Prompt. As the answer, set down the lines below from the one containing "return found[0] if" through the one containing "Every occurrence of", exactly and inclusively, and no others.

*** Data for analysis ***

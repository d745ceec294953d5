"""Where each key of a TOML or JSON text stands: source maps and key lookups.

:func:`build_source_map` maps key paths (tuples of ``str`` keys and ``int``
array indices) to 1-based ``(line, column)``, columns in characters. The
other functions help locate syntax errors: the key an error position falls
in (:func:`key_at`, :func:`toml_key_by_text`), a duplicated JSON key
(:func:`find_duplicate`), a non-standard token (:func:`find_token`), the
start of over-deep nesting (:func:`deep_nesting`).

Choice of the position library (measured on this machine, 2 cores, Python
3.11, fresh process; a 125-line, 3.2 kB manifest in TOML and as 5.9 kB JSON):

======================  ==========  =====================================
library                 import      parse (+ walk to a source map)
======================  ==========  =====================================
tree-sitter 0.26 +      0.003 s     TOML 0.9 ms parse, 2.1 ms with the
tree-sitter-toml 0.7 /              walk; JSON 2.4 ms with the walk
tree-sitter-json 0.24               (C parser, every node's row/column)
tomlkit 0.15            0.020 s     12 ms to parse alone; it keeps
                                    formatting but no line numbers, so
                                    positions would need a second pass
json-source-map 1.0.5   0.016 s     5.0 ms (pure Python, JSON only, no
                                    release since 2022)
======================  ==========  =====================================

tree-sitter is chosen: one well-kept library covers both formats, it is
the fastest (2-6x), its grammars are versioned wheels, and it keeps
positions of every construct we need (tables, arrays of tables, dotted keys,
inline tables, multi-line arrays, nested JSON objects). It never decides
values: ``tomllib``/``json`` do, so a grammar quirk can at worst misplace a
line number, never change a gain. Positions are built when a location in a
file is first read (:meth:`Document.locate` defers them), so files no
message, finding or report points into cost nothing.
"""

from __future__ import annotations

import json
import re
from typing import Any

try:  # Python >= 3.11
    import tomllib
except ModuleNotFoundError:  # pragma: no cover - Python 3.10
    import tomli as tomllib  # type: ignore[no-redef]

KeyPath = tuple[str | int, ...]

_BARE_KEY = re.compile(r"^[A-Za-z0-9_-]+$")


def format_key(path: KeyPath | list) -> str:
    """Dotted text of a key path: ``('rules', 'margin.phase', 'min_deg')`` ->
    ``rules."margin.phase".min_deg``; array indices as ``.0``."""
    parts = []
    for item in path:
        if isinstance(item, int):
            parts.append(str(item))
            continue
        text = _KEY_TEXTS.get(item)
        if text is None:
            text = item if _BARE_KEY.match(item) else json.dumps(item, ensure_ascii=False)
            if len(item) <= 64 and len(_KEY_TEXTS) < 65536:
                _KEY_TEXTS[item] = text
        parts.append(text)
    return ".".join(parts)


#: Short key -> its text in a dotted path (keys repeat across files and loops).
_KEY_TEXTS: dict[str, str] = {}


_TOML_HEADER = re.compile(r"^\s*\[\[?\s*([^\]]+?)\s*\]\]?\s*(#.*)?$")
_TOML_PAIR = re.compile(r"^\s*([A-Za-z0-9_\-]+(?:\s*\.\s*[A-Za-z0-9_\-]+)*)\s*=")


def toml_key_by_text(
    text: str, line: int | None, column: int | None = None
) -> tuple[str, int] | None:
    """The key of the last ``key = ...`` line at or before ``line`` (bare keys only).

    A fallback for syntax errors that the grammar's error recovery hides
    (an unclosed array reported where the next table starts).
    """
    if line is None:
        return None
    header: list = []
    found: tuple[str, int] | None = None
    counts: dict[str, int] = {}
    for number, raw in enumerate(text.split("\n")[:line], start=1):
        head = _TOML_HEADER.match(raw)
        if head:
            names = [part.strip().strip("\"'") for part in head.group(1).split(".")]
            is_array = raw.lstrip().startswith("[[")
            parts: list = []
            for index, name in enumerate(names):
                parts.append(name)
                joined = ".".join(str(p) for p in parts)
                if index == len(names) - 1 and is_array:
                    counts[joined] = counts.get(joined, 0) + 1
                    parts.append(counts[joined] - 1)
                elif joined in counts:
                    parts.append(counts[joined] - 1)
            if number < line:
                header, found = parts, None
            elif (column or 1) > 1 or found is None:
                # an error at the start of a header line belongs to what came before
                found = (".".join(str(p) for p in parts), number)
            continue
        pair = _TOML_PAIR.match(raw)
        if pair:
            keys = [part.strip() for part in pair.group(1).split(".")]
            found = (".".join(str(p) for p in header + keys), number)
    return found


def deep_nesting(text: str) -> tuple[int, int]:
    """Line and column where a run of 32 or more opening brackets starts (else 1, 1)."""
    hit = re.search(r"[\[{](?:\s*[\[{]){31,}", text)
    if not hit:
        return 1, 1
    before = text[: hit.start()]
    return before.count("\n") + 1, hit.start() - (before.rfind("\n") + 1) + 1


def text_offset(text: str, line: int, column: int) -> int:
    lines = text.split("\n")
    return sum(len(item) + 1 for item in lines[: line - 1]) + column - 1


def find_token(text: str, token: str) -> tuple[int | None, int | None]:
    hit = re.search(r"(?<![\w\"])" + re.escape(token) + r"(?![\w\"])", text)
    if not hit:
        return None, None
    before = text[: hit.start()]
    return before.count("\n") + 1, hit.start() - (before.rfind("\n") + 1) + 1


def find_duplicate(text: str, key_name: str) -> tuple[int | None, int | None, KeyPath]:
    """Position of the second occurrence of a duplicated key within one object."""
    try:
        tree = _tree(text, "json")
    except Exception:
        return None, None, ()
    found: list = []

    def walk(node: Any, path: KeyPath) -> None:
        if found:
            return
        if node.type == "object":
            names: set = set()
            for child in node.named_children:
                if child.type != "pair":
                    continue
                key_node = child.child_by_field_name("key")
                try:
                    key = json.loads(key_node.text.decode("utf-8"))
                except Exception:
                    continue
                if key in names and key == key_name:
                    line, column = _point(text, key_node.start_point)
                    found.append((line, column, path + (key,)))
                    return
                names.add(key)
                value = child.child_by_field_name("value")
                if value is not None:
                    walk(value, path + (key,))
        elif node.type == "array":
            for index, child in enumerate(_array_items(node)):
                walk(child, path + (index,))
        else:
            for child in node.named_children:
                walk(child, path)

    walk(tree.root_node, ())
    return found[0] if found else (None, None, ())


def key_at(text: str, fmt: str, line: int | None, column: int | None = None) -> str:
    """Best-effort dotted key of the last entry starting at or before a position.

    Every occurrence of a key counts (a key written twice is found at its
    second place too), so a syntax error names the entry it is in.
    """
    if line is None:
        return ""
    try:
        occurrences: list = []
        build_source_map(text, fmt, occurrences)
    except Exception:
        return ""
    limit = (line, column if column is not None else 1 << 30)
    best: KeyPath = ()
    best_pos = (0, 0)
    for path, pos in occurrences:
        if path and best_pos <= pos <= limit:
            best, best_pos = path, pos
    return format_key(best)


# --------------------------------------------------------------------------- source map


_PARSERS: dict = {}


def _tree(text: str, fmt: str) -> Any:
    parser = _PARSERS.get(fmt)
    if parser is None:
        import tree_sitter

        if fmt == "toml":
            import tree_sitter_toml as grammar
        else:
            import tree_sitter_json as grammar
        parser = tree_sitter.Parser(tree_sitter.Language(grammar.language()))
        _PARSERS[fmt] = parser
    return parser.parse(text.encode("utf-8"))


class _AsciiLines(list):
    """The lines of an ASCII text (their byte columns are character columns)."""


def _lines(text: str) -> list[str]:
    lines = text.split("\n")
    return _AsciiLines(lines) if text.isascii() else lines


def _point(text_or_lines: Any, point: Any) -> tuple[int, int]:
    """1-based line and character column of a tree-sitter point (byte column)."""
    row, byte_column = point
    if type(text_or_lines) is _AsciiLines:  # one byte per character on every line
        if row < len(text_or_lines):
            return row + 1, min(byte_column, len(text_or_lines[row])) + 1
        return row + 1, byte_column + 1
    lines = text_or_lines if isinstance(text_or_lines, list) else None
    if lines is None:
        lines = text_or_lines.split("\n")
    if row < len(lines):
        line = lines[row]
        if line.isascii():  # one byte per character
            column = min(byte_column, len(line))
        else:
            column = len(line.encode("utf-8")[:byte_column].decode("utf-8", "replace"))
    else:
        column = byte_column
    return row + 1, column + 1


class _Positions(dict):
    """Key path -> first position; every occurrence also goes to ``occurrences``."""

    def __init__(self, occurrences: list | None) -> None:
        super().__init__()
        self.occurrences = occurrences

    def setdefault(self, key, value):  # type: ignore[override]
        if self.occurrences is not None:
            self.occurrences.append((key, value))
        return super().setdefault(key, value)

    def __setitem__(self, key, value) -> None:
        if self.occurrences is not None:
            self.occurrences.append((key, value))
        super().__setitem__(key, value)


def build_source_map(
    text: str, fmt: str, occurrences: list | None = None
) -> dict[KeyPath, tuple[int, int]]:
    tree = _tree(text, fmt)
    lines = _lines(text)
    # a plain dict unless every occurrence is wanted (the subclass costs a call per key)
    positions: dict = _Positions(occurrences) if occurrences is not None else {}
    positions[()] = (1, 1)
    if fmt == "toml":
        _map_toml(tree.root_node, lines, positions)
    else:
        _map_json(tree.root_node, lines, positions, ())
    return dict(positions)


def _array_items(node: Any) -> list:
    return [c for c in node.named_children if c.type not in ("comment", "ERROR")]


def _map_json(node: Any, lines: list, positions: dict, path: KeyPath) -> None:
    if node.type == "document":
        for child in node.named_children:
            if child.type not in ("comment", "ERROR"):
                _map_json(child, lines, positions, path)
                return
        return
    if node.type == "object":
        for child in node.named_children:
            if child.type != "pair":
                continue
            key_node = child.child_by_field_name("key")
            if key_node is None:
                continue
            try:
                key = json.loads(key_node.text.decode("utf-8"))
            except Exception:
                continue
            positions.setdefault(path + (key,), _point(lines, key_node.start_point))
            value = child.child_by_field_name("value")
            if value is not None:
                _map_json(value, lines, positions, path + (key,))
    elif node.type == "array":
        for index, child in enumerate(_array_items(node)):
            positions.setdefault(path + (index,), _point(lines, child.start_point))
            _map_json(child, lines, positions, path + (index,))


def _toml_key_parts(node: Any) -> list[tuple[str, Any]]:
    """(decoded key, node) for each part of a bare, quoted or dotted key."""
    if node.type == "dotted_key":
        parts: list = []
        for child in node.named_children:
            parts.extend(_toml_key_parts(child))
        return parts
    raw = node.text.decode("utf-8")
    if node.type == "bare_key":
        return [(raw, node)]
    try:
        return [(next(iter(tomllib.loads(raw + " = 0"))), node)]
    except Exception:
        return [(raw.strip("\"'"), node)]


_KEY_TYPES = ("bare_key", "quoted_key", "dotted_key")


def _map_toml(root: Any, lines: list, positions: dict) -> None:
    array_counts: dict[KeyPath, int] = {}
    for node in root.named_children:
        if node.type == "pair":
            _map_toml_pair(node, lines, positions, ())
        elif node.type in ("table", "table_array_element"):
            key_node = next((c for c in node.named_children if c.type in _KEY_TYPES), None)
            if key_node is None:
                continue
            parts = _toml_key_parts(key_node)
            resolved: list = []
            for index, (name, part_node) in enumerate(parts):
                resolved.append(name)
                last = index == len(parts) - 1
                if last and node.type == "table_array_element":
                    count = array_counts.get(tuple(resolved), 0)
                    array_counts[tuple(resolved)] = count + 1
                    positions.setdefault(tuple(resolved), _point(lines, node.start_point))
                    resolved.append(count)
                    positions[tuple(resolved)] = _point(lines, node.start_point)
                elif last:
                    positions[tuple(resolved)] = _point(lines, node.start_point)
                else:
                    positions.setdefault(tuple(resolved), _point(lines, part_node.start_point))
                    if tuple(resolved) in array_counts:
                        resolved.append(array_counts[tuple(resolved)] - 1)
            table_path = tuple(resolved)
            for child in node.named_children:
                if child.type == "pair":
                    _map_toml_pair(child, lines, positions, table_path)


def _map_toml_pair(node: Any, lines: list, positions: dict, base: KeyPath) -> None:
    children = node.named_children
    key_node = next((c for c in children if c.type in _KEY_TYPES), None)
    if key_node is None:
        return
    path = base
    for name, part_node in _toml_key_parts(key_node):
        path = path + (name,)
        positions.setdefault(path, _point(lines, part_node.start_point))
    value = next((c for c in children if c is not key_node and c.type != "comment"), None)
    if value is not None:
        _map_toml_value(value, lines, positions, path)


def _map_toml_value(node: Any, lines: list, positions: dict, path: KeyPath) -> None:
    if node.type == "inline_table":
        for child in node.named_children:
            if child.type == "pair":
                _map_toml_pair(child, lines, positions, path)
    elif node.type == "array":
        for index, child in enumerate(_array_items(node)):
            positions.setdefault(path + (index,), _point(lines, child.start_point))
            _map_toml_value(child, lines, positions, path + (index,))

*** End of Data for analysis ***

Exercise response.
    return found[0] if found else (None, None, ())


def key_at(text: str, fmt: str, line: int | None, column: int | None = None) -> str:
    """Best-effort dotted key of the last entry starting at or before a position.

    Every occurrence of a key counts (a key written twice is found at its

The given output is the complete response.